AIM OF THE EXERCISE = For the entries below, the result should be an exact transcription of the lines from the one with "null) return primitiveText(v);" up to and including the one with "let buffer = top;", and only those.

● ● ● ● ●

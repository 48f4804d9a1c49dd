// JSON text in pieces: the same characters as JSON.stringify(value, null, indent), handed out
// a piece at a time, so a document far larger than one string (V8 strings stop near 2^29
// characters) is written in memory that does not grow with it.
//
// The walk keeps its own stack (no recursion, no nested generators). Each property is read
// once, in the order JSON.stringify reads it, with its rules (ECMA-262 SerializeJSONProperty:
// toJSON, boxed primitives, undefined / functions / symbols left out of objects and written
// as null in arrays, TypeError on cycles and BigInts). Arrays of plain primitives, the bulk
// of a large document (CIDR lists), are written by JSON.stringify itself, block by block.
// A value can also write itself (OWN_JSON): the CLI writes the exposure's CIDR lists as
// bytes from the address ranges, without making a string per CIDR.

export interface JsonPiecesOptions {
  /** Spaces per level, as JSON.stringify's third argument (0: compact). */
  readonly indent?: number;
  /** A piece is handed out once it holds this many characters. */
  readonly pieceSize?: number;
  /** Elements per native block of a primitive array: large enough to be fast, small enough to stay flat. */
  readonly blockSize?: number;
}

/** Key of the method by which a value writes its own JSON text. */
export const OWN_JSON: unique symbol = Symbol("sallyport.ownJson");

/** A value that writes its own JSON text. */
export interface OwnJson {
  /**
   * Exactly the text JSON.stringify(value, null, gap) would give the value it stands for,
   * its inner lines shifted by `at` (the indentation of the line it starts on), in pieces.
   */
  [OWN_JSON](at: string, gap: string): Iterable<string>;
}

function writesOwnJson(value: object): value is OwnJson {
  return typeof (value as Partial<OwnJson>)[OWN_JSON] === "function";
}

/** A value writing its own text, a piece per step. */
interface OwnFrame {
  readonly kind: "own";
  readonly pieces: Iterator<string, unknown, undefined>;
  readonly indent: string;
}

interface ArrayFrame {
  readonly kind: "array";
  readonly array: readonly unknown[];
  index: number;
  readonly indent: string;
}

/** A primitive array longer than one block, written a block per step. */
interface BlocksFrame {
  readonly kind: "blocks";
  readonly array: readonly unknown[];
  index: number;
  readonly indent: string;
}

interface ObjectFrame {
  readonly kind: "object";
  readonly object: Record<string, unknown>;
  readonly keys: readonly string[];
  index: number;
  /** Whether a property has been written: JSON.stringify writes "{}" when every one is left out. */
  wrote: boolean;
  readonly indent: string;
}

type Frame = ArrayFrame | BlocksFrame | ObjectFrame | OwnFrame;

/** The value JSON.stringify serialises for `value` under `key`: toJSON applied, boxed primitives unwrapped. */
function prepared(value: unknown, key: string): unknown {
  if ((typeof value === "object" && value !== null) || typeof value === "function" || typeof value === "bigint") {
    const toJSON: unknown = (value as { toJSON?: unknown }).toJSON;
    if (typeof toJSON === "function") value = toJSON.call(value, key);
  }
  if (typeof value === "object" && value !== null) {
    if (value instanceof Number) return Number(value);
    if (value instanceof String) return String(value);
    if (value instanceof Boolean || value instanceof BigInt) return value.valueOf();
  }
  return value;
}

/** Text of a prepared non-container value, or undefined where JSON leaves the value out. */
function primitiveText(value: unknown): string | undefined {
  switch (typeof value) {
    case "string":
      return JSON.stringify(value);
    case "number":
      return Number.isFinite(value) ? String(value) : "null";
    case "boolean":
      return value ? "true" : "false";
    case "bigint":
      return JSON.stringify(value); // the TypeError JSON.stringify throws
    case "object":
      return "null"; // only null reaches here
    default:
      return undefined; // undefined, function, symbol
  }
}

/** Whether JSON.stringify would write every element without calling anything (no objects, functions or BigInts). */
function holdsPlainPrimitives(array: readonly unknown[]): boolean {
  for (let i = 0; i < array.length; i++) {
    const v = array[i];
    if (v !== null && (typeof v === "object" || typeof v === "function" || typeof v === "bigint")) return false;
  }
  return true;
}

/**
 * JSON text of `value` in pieces of about `pieceSize` characters (a piece is longer only by
 * one string or one block of a primitive array); joined they are exactly
 * `JSON.stringify(value, null, indent)` — indent 0 is the compact form. Yields nothing where
 * JSON.stringify returns undefined.
 */
export function* jsonPieces(value: unknown, options: JsonPiecesOptions = {}): Generator<string, void, undefined> {
  const { indent = 0, pieceSize = 1 << 16, blockSize: BLOCK = 2048 } = options;
  const gap = " ".repeat(Math.max(0, Math.min(10, Math.floor(indent))));
  const compact = gap === "";
  const comma = compact ? "," : ",\n";
  const colon = compact ? ":" : ": ";
  const stack: Frame[] = [];
  const open: object[] = [];

  /**
   * JSON.stringify of a primitive array whose line starts at `at`, elements one level in.
   * Indented, JSON.stringify is asked for the elements' whole indentation as its gap when that
   * fits its limit of 10; otherwise its lines are shifted (JSON text holds no raw line breaks).
   * `brackets: false` leaves out "[" and "]" and the line breaks next to them (a block).
   */
  const nativeArray = (array: readonly unknown[], at: string, brackets: boolean): string => {
    if (compact) {
      const text = JSON.stringify(array);
      return brackets ? text : text.slice(1, -1);
    }
    const deep = at + gap;
    if (deep.length <= 10) {
      const text = JSON.stringify(array, null, deep);
      return brackets ? `${text.slice(0, -1)}${at}]` : text.slice(2, -2);
    }
    const text = JSON.stringify(array, null, gap).replaceAll("\n", `\n${at}`);
    return brackets ? text : text.slice(2, -2 - at.length);
  };

  /** Text that opens a prepared value; containers that need more than that go on the stack. */
  const begin = (v: unknown, at: string): string | undefined => {
    if (typeof v !== "object" || v === null) return primitiveText(v);
    if (open.includes(v)) throw new TypeError("Converting circular structure to JSON");
    if (writesOwnJson(v)) {
      stack.push({ kind: "own", pieces: v[OWN_JSON](at, gap)[Symbol.iterator](), indent: at });
      return "";
    }
    if (Array.isArray(v)) {
      if (v.length === 0) return "[]";
      if (holdsPlainPrimitives(v)) {
        if (v.length <= BLOCK) return nativeArray(v, at, true);
        stack.push({ kind: "blocks", array: v, index: 0, indent: at });
      } else {
        stack.push({ kind: "array", array: v, index: 0, indent: at });
      }
      open.push(v);
      return compact ? "[" : "[\n";
    }
    const object = v as Record<string, unknown>;
    stack.push({ kind: "object", object, keys: Object.keys(object), index: 0, wrote: false, indent: at });
    open.push(v);
    return "";
  };

  const close = (frame: ArrayFrame | BlocksFrame | ObjectFrame): string => {
    stack.pop();
    open.pop();
    if (frame.kind === "object") return frame.wrote ? (compact ? "}" : `\n${frame.indent}}`) : "{}";
    return compact ? "]" : `\n${frame.indent}]`;
  };

  const top = begin(prepared(value, ""), "");
  if (top === undefined) return;
  let buffer = top;

  while (stack.length > 0) {
    if (buffer.length >= pieceSize) {
      yield buffer;
      buffer = "";
    }
    const frame = stack[stack.length - 1];
    const inner = frame.indent + gap;
    switch (frame.kind) {
      case "own": {
        const next = frame.pieces.next();
        if (next.done === true) stack.pop();
        else buffer += next.value;
        break;
      }
      case "blocks": {
        if (frame.index >= frame.array.length) {
          buffer += close(frame);
          break;
        }
        const start = frame.index;
        frame.index += BLOCK;
        buffer += (start > 0 ? comma : "") + nativeArray(frame.array.slice(start, start + BLOCK), frame.indent, false);
        break;
      }
      case "array": {
        if (frame.index >= frame.array.length) {
          buffer += close(frame);
          break;
        }
        const i = frame.index++;
        if (i > 0) buffer += comma;
        if (!compact) buffer += inner;
        buffer += begin(prepared(frame.array[i], String(i)), inner) ?? "null";
        break;
      }
      case "object": {
        if (frame.index >= frame.keys.length) {
          buffer += close(frame);
          break;
        }
        const key = frame.keys[frame.index++];
        const property = prepared(frame.object[key], key);
        if (property === undefined || typeof property === "function" || typeof property === "symbol") break;
        buffer += frame.wrote ? comma : compact ? "{" : "{\n";
        frame.wrote = true;
        buffer += `${compact ? "" : inner}${JSON.stringify(key)}${colon}${begin(property, inner) ?? ""}`;
        break;
      }
    }
  }
  if (buffer !== "") yield buffer;
}
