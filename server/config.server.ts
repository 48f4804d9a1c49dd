import { z } from "zod";

// Validated once at start-up so a missing or malformed variable fails loudly, not mid-request.
const EnvironmentSchema = z.object({
  NODE_ENV: z.enum(["development", "production", "test"]).default("development"),
  DATABASE_URL: z.string().url({ message: "DATABASE_URL must be a postgres:// URL" }),
  SESSION_SECRET: z.string().min(16, "SESSION_SECRET must be at least 16 characters"),
  /** Base URL used in e-mailed links; defaults to the origin of the request that sent them. */
  APP_ORIGIN: z.string().url().optional(),
  /** "1" trusts X-Forwarded-For for the client address (behind a reverse proxy). */
  TRUST_PROXY: z.enum(["0", "1"]).default("0"),
  /** Overrides the Secure cookie flag (on in production by default). */
  COOKIE_SECURE: z.enum(["0", "1"]).optional(),
  SMTP_HOST: z.string().default("127.0.0.1"),
  SMTP_PORT: z.coerce.number().int().min(1).max(65535).default(2525),
  SMTP_SECURE: z.enum(["0", "1"]).default("0"),
  SMTP_USER: z.string().optional(),
  SMTP_PASSWORD: z.string().optional(),
  MAIL_FROM: z.string().default("Sallyport <no-reply@sallyport.invalid>"),
  /** Set by `npm start`/`npm test` when the local fake SMTP server catches all mail. */
  SALLYPORT_FAKE_SMTP: z.enum(["0", "1"]).default("0"),
  MAIL_OUTBOX_DIR: z.string().optional(),
  /** "1" adds a Server-Timing header with each response's database query count and time. */
  SERVER_TIMING: z.enum(["0", "1"]).default("0"),
  /**
   * Origins (comma-separated, e.g. "https://ops.example") whose pages may call the REST API from a
   * browser (CORS); empty, the default, leaves CORS off (docs/decisions/014).
   */
  API_CORS_ORIGINS: z
    .string()
    .default("")
    .transform((text) => text.split(",").map((origin) => origin.trim()).filter(Boolean))
    .pipe(z.array(z.url({ protocol: /^https?$/, message: "API_CORS_ORIGINS must list origins like https://ops.example, separated by commas" }).refine((origin) => new URL(origin).origin === origin, "API_CORS_ORIGINS must list bare origins (scheme, host and port, no path)"))),
});

export type Environment = z.infer<typeof EnvironmentSchema>;

let cached: Environment | undefined;

export function getEnvironment(): Environment {
  if (cached) return cached;
  const parsed = EnvironmentSchema.safeParse(process.env);
  if (!parsed.success) {
    const problems = parsed.error.issues.map((issue) => `  ${issue.path.join(".")}: ${issue.message}`);
    throw new Error(`Invalid environment:\n${problems.join("\n")}\nStart the app with \`npm start\`, which sets these.`);
  }
  cached = parsed.data;
  return cached;
}

export function isProduction(): boolean {
  return getEnvironment().NODE_ENV === "production";
}

export function isOutboxEnabled(): boolean {
  const environment = getEnvironment();
  return environment.SALLYPORT_FAKE_SMTP === "1" && Boolean(environment.MAIL_OUTBOX_DIR);
}

/** Secure cookies in production unless COOKIE_SECURE overrides (OWASP ASVS 3.4.1). */
export function isCookieSecure(): boolean {
  const override = getEnvironment().COOKIE_SECURE;
  return override ? override === "1" : isProduction();
}

/** Comma-separated so secrets can be rotated: the first signs, all verify. */
export function getCookieSecrets(): string[] {
  return getEnvironment().SESSION_SECRET.split(",").map((secret) => secret.trim()).filter(Boolean);
}

export function isServerTimingEnabled(): boolean {
  return getEnvironment().SERVER_TIMING === "1";
}
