// The effect of a change (server/engine/effect.ts) against brute force: every answer it gives
// is compared with `trace` on both documents — at random sources, cells and times, and at every
// range edge of the CIDRs it reports (RFC 4632: a CIDR block is [first, last]; the addresses
// just outside it are where an off-by-one shows). First match and the layer order are PRODUCT.md §3's.

import fc from "fast-check";
import { describe, expect, test } from "vitest";
import { changeEffect, compileModel, effectSourcesPage, findings, instantOfWeekMinute, ProbeError, trace } from "#server/engine/index.ts";
import type { ChangeEffect, CompiledModel, DeviceModelInput, Expectation, Outcome } from "#server/engine/index.ts";
import { FAMILY, formatAddress, parseCidr, parseEntry } from "#server/engine/addresses.ts";
import type { Family } from "#server/engine/addresses.ts";
import { serviceKey } from "#server/engine/model.ts";
import { WEEK_MINUTES } from "#server/engine/schedules.ts";
import { parseWeekTime } from "#server/engine/week-times.ts";
import { SMALL_SIZE, generateModel, prng } from "#server/engine/testing/generate-model.ts";
import { MEDIUM, RULE_EDITS, validated, withRules } from "./random-edits.ts";
import type { Edit, Rule } from "./random-edits.ts";
import { propertyParameters } from "#tests/support/property-runs.ts";

/** Edits of the kinds the editor makes, and ones prone to locking the operators out. */
const EDITS: Record<string, Edit> = {
  move: RULE_EDITS.move,
  switch: RULE_EDITS.switch,
  action: RULE_EDITS.action,
  remove: RULE_EDITS.remove,
  sources: RULE_EDITS.sources,
  listener: (m, pick) => ({ ...m, interfaces: m.interfaces.map((f, i) => (i === pick() % m.interfaces.length ? { ...f, listeners: f.listeners.slice(1) } : f)) }),
  account: (m, pick) => ({ ...m, accounts: m.accounts.map((a, i) => (i === pick() % m.accounts.length ? { ...a, enabled: !a.enabled } : a)) }),
  denyOperators: (m, pick) => {
    const rules = [...m.inboundRules];
    const rule: Rule = { id: "lock-test", interface: "any", sources: [...m.operatorNetworks], destinations: ["any"], services: ["any"], schedule: "all-week", action: "deny", enabled: true, note: "" };
    rules.splice(pick() % 3, 0, rule);
    return withRules(m, rules);
  },
};

/** One interface × one of its own addresses × one catalogue service: where the diff reports changes. */
interface Cell {
  readonly iface: string;
  readonly to: string;
  readonly family: Family;
  readonly service: string;
  /** protocol/port, so a probe names the same class in both revisions. */
  readonly key: string;
}

function cellsOf(...devices: CompiledModel[]): Cell[] {
  const out = new Map<string, Cell>();
  for (const device of devices) {
    device.interfaceAddresses.forEach((addresses, iface) => {
      for (const a of addresses) {
        const target = device.addresses[a];
        for (const s of device.catalogue) {
          const cell = { iface: device.model.interfaces[iface].name, to: target.text, family: target.family, service: s.name, key: serviceKey(s.protocol, s.port) };
          out.set(`${cell.iface}|${cell.to}|${cell.key}`, cell);
        }
      }
    });
  }
  return [...out.values()];
}

/** Brute force: the trace of one probe, silent where the revision has no such interface or address (as the diff counts it). */
function outcomeIn(device: CompiledModel, cell: Cell, from: string, minute: number): Outcome {
  if (!device.model.interfaces.some((f) => f.name === cell.iface)) return "silent";
  try {
    return trace(device, { from, interface: cell.iface, service: cell.key, to: cell.to, at: instantOfWeekMinute(device, minute) }).outcome;
  } catch (error) {
    if (error instanceof ProbeError) return "silent";
    throw error;
  }
}

/** Whether a week minute lies in [start, end) of a stretch written as week times (end may wrap past Sunday 24:00). */
function inStretch(minute: number, start: string, end: string): boolean {
  const from = parseWeekTime(start) ?? 0;
  const to = end === "sun 24:00" ? WEEK_MINUTES : (parseWeekTime(end) ?? 0);
  return from < to ? minute >= from && minute < to : minute >= from || minute < to;
}

function inCidrs(cidrs: readonly string[], address: string): boolean {
  const a = parseEntry(address).range;
  return cidrs.some((text) => {
    const r = parseCidr(text).range;
    return r.family === a.family && a.first >= r.first && a.first <= r.last;
  });
}

/** What the effect says one source gets at one cell and minute: the transition holding it, or none. */
function effectSays(effect: ChangeEffect, cell: Cell, from: string, minute: number): { before: Outcome; after: Outcome } | null {
  for (const c of effect.cells) {
    if (c.interface !== cell.iface || c.to !== cell.to || c.service !== cell.service || !inStretch(minute, c.start, c.end)) continue;
    for (const t of c.transitions) if (inCidrs(t.ranges, from)) return { before: t.before, after: t.after };
  }
  return null;
}

/** The edges of a CIDR: its first and last address and the neighbours just outside it. */
function edgesOf(cidr: string): string[] {
  const { family, first, last } = parseCidr(cidr).range;
  const out = [first, last];
  if (first > 0n) out.push(first - 1n);
  if (last < FAMILY[family].max) out.push(last + 1n);
  return out.map((value) => formatAddress(family, value));
}

function randomAddress(family: Family, random: () => number): string {
  if (family === 4) return formatAddress(4, BigInt(Math.floor(random() * 2 ** 32)));
  let value = 0n;
  for (let i = 0; i < 4; i++) value = (value << 32n) | BigInt(Math.floor(random() * 2 ** 32));
  return formatAddress(6, value);
}

const cutsOf = (before: CompiledModel, after: CompiledModel): number[] =>
  [...new Set([...before.week.slices, ...after.week.slices].map((s) => s.start % WEEK_MINUTES))].sort((a, b) => a - b);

● ● ● ● ●

EXERCISE OUTPUT =
    if (typeof v !== "object" || v === null) return primitiveText(v);
    if (open.includes(v)) throw new TypeError("Converting circular structure to JSON");
    if (writesOwnJson(v)) {
      stack.push({ kind: "own", pieces: v[OWN_JSON](at, gap)[Symbol.iterator](), indent: at });
      return "";
    }
    if (Array.isArray(v)) {
      if (v.length === 0) return "[]";
      if (holdsPlainPrimitives(v)) {
        if (v.length <= BLOCK) return nativeArray(v, at, true);
        stack.push({ kind: "blocks", array: v, index: 0, indent: at });
      } else {
        stack.push({ kind: "array", array: v, index: 0, indent: at });
      }
      open.push(v);
      return compact ? "[" : "[\n";
    }
    const object = v as Record<string, unknown>;
    stack.push({ kind: "object", object, keys: Object.keys(object), index: 0, wrote: false, indent: at });
    open.push(v);
    return "";
  };

  const close = (frame: ArrayFrame | BlocksFrame | ObjectFrame): string => {
    stack.pop();
    open.pop();
    if (frame.kind === "object") return frame.wrote ? (compact ? "}" : `\n${frame.indent}}`) : "{}";
    return compact ? "]" : `\n${frame.indent}]`;
  };

  const top = begin(prepared(value, ""), "");
  if (top === undefined) return;
  let buffer = top;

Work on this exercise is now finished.